• Problem to work on: Take the data below and extract the lines from the one with "created: int" to the one with "be text, e.g.", inclusive, exactly as written.

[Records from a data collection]
┌────────

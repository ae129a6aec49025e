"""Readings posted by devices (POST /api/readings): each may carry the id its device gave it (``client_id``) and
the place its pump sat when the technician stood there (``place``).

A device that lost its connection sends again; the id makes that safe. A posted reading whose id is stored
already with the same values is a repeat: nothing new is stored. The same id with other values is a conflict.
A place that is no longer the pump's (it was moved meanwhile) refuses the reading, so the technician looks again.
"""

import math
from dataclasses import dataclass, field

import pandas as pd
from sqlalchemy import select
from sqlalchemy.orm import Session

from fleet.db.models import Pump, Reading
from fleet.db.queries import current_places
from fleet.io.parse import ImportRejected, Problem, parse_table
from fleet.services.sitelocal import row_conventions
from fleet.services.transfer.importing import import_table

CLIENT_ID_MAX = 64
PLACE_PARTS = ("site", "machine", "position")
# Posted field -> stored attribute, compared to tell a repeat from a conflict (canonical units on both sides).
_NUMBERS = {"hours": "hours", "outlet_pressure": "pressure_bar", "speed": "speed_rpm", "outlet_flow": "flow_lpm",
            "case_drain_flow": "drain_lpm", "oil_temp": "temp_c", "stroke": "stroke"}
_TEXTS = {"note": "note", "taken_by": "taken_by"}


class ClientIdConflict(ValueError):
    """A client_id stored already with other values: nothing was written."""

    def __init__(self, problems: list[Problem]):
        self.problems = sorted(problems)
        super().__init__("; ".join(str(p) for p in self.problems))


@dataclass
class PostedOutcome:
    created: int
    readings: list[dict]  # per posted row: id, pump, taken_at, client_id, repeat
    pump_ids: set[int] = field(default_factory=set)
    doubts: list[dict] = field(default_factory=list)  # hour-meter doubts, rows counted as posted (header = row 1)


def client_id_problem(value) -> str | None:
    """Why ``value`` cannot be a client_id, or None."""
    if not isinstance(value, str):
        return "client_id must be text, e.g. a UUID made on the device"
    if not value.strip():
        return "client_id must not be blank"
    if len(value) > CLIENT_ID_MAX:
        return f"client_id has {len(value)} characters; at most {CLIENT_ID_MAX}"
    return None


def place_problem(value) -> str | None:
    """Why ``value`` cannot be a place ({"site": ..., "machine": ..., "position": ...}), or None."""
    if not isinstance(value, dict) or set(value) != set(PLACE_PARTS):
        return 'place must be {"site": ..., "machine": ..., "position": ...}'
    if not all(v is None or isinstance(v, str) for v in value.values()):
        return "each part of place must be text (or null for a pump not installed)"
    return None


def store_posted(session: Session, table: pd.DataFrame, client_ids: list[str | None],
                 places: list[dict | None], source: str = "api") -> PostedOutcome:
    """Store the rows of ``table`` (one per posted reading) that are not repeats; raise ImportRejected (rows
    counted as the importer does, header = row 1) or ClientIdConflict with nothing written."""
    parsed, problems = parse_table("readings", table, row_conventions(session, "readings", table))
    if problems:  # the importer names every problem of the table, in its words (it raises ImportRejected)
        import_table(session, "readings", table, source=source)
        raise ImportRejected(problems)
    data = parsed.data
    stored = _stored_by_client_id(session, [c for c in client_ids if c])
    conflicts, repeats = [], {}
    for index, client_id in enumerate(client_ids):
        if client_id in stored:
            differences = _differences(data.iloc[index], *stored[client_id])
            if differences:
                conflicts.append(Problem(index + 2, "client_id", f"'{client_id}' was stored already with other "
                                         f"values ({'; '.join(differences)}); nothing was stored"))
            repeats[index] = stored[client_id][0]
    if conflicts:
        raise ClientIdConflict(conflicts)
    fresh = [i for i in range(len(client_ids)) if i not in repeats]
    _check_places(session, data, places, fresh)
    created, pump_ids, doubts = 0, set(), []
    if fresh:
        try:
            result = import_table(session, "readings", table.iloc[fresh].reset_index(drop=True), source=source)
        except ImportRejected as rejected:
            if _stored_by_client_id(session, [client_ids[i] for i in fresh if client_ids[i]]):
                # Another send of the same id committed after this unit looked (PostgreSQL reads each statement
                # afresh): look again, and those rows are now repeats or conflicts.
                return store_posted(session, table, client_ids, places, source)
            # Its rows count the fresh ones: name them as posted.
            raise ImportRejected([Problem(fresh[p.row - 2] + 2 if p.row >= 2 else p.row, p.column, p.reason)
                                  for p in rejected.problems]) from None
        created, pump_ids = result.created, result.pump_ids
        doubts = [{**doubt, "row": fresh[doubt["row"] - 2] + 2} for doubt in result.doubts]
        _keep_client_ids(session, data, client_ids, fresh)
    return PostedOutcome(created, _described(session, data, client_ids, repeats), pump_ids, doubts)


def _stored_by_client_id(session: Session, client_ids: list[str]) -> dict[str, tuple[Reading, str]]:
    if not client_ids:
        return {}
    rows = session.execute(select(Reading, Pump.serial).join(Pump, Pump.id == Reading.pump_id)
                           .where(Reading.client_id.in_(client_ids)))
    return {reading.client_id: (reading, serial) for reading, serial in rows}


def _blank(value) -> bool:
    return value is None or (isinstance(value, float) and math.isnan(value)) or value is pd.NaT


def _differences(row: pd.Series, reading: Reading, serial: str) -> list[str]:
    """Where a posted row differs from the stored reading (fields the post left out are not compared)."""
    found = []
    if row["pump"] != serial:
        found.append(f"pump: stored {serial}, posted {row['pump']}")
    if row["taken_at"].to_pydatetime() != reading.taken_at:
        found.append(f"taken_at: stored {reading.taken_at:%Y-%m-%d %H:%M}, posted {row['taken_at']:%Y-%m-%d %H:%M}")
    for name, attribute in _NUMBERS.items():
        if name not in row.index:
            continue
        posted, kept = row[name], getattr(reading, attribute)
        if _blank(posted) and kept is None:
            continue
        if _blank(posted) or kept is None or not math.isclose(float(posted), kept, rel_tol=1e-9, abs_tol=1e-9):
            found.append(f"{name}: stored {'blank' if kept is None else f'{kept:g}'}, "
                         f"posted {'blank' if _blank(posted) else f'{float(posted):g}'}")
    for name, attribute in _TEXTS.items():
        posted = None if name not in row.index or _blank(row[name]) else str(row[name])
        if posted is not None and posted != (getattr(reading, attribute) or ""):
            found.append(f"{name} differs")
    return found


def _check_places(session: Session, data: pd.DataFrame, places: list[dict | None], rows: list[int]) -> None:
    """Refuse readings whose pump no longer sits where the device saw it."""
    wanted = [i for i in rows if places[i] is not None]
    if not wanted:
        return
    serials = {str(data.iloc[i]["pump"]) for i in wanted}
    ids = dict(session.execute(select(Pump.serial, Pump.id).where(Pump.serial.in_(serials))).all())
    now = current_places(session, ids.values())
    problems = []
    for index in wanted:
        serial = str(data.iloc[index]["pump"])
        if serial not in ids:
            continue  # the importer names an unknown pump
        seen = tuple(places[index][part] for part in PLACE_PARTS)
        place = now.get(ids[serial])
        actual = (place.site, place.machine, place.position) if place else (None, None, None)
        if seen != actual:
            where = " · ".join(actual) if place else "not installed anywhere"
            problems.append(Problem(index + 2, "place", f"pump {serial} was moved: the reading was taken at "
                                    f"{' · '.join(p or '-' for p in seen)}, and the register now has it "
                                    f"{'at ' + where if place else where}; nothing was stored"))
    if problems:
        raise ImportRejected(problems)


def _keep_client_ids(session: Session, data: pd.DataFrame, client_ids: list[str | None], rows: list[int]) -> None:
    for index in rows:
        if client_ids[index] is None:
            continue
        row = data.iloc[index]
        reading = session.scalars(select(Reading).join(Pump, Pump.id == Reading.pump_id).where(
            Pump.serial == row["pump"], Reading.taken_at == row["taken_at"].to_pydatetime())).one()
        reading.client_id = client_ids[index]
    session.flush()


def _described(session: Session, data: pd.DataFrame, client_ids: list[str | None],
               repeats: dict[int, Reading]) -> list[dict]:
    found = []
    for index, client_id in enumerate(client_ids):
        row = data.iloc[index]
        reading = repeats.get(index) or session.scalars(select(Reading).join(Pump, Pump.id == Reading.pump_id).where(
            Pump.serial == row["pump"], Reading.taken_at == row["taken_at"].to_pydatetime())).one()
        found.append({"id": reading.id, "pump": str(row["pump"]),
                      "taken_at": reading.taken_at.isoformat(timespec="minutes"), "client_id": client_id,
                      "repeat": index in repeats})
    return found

└────────

• Finished exercise:
    created: int
    readings: list[dict]  # per posted row: id, pump, taken_at, client_id, repeat
    pump_ids: set[int] = field(default_factory=set)
    doubts: list[dict] = field(default_factory=list)  # hour-meter doubts, rows counted as posted (header = row 1)


def client_id_problem(value) -> str | None:
    """Why ``value`` cannot be a client_id, or None."""
    if not isinstance(value, str):
        return "client_id must be text, e.g. a UUID made on the device"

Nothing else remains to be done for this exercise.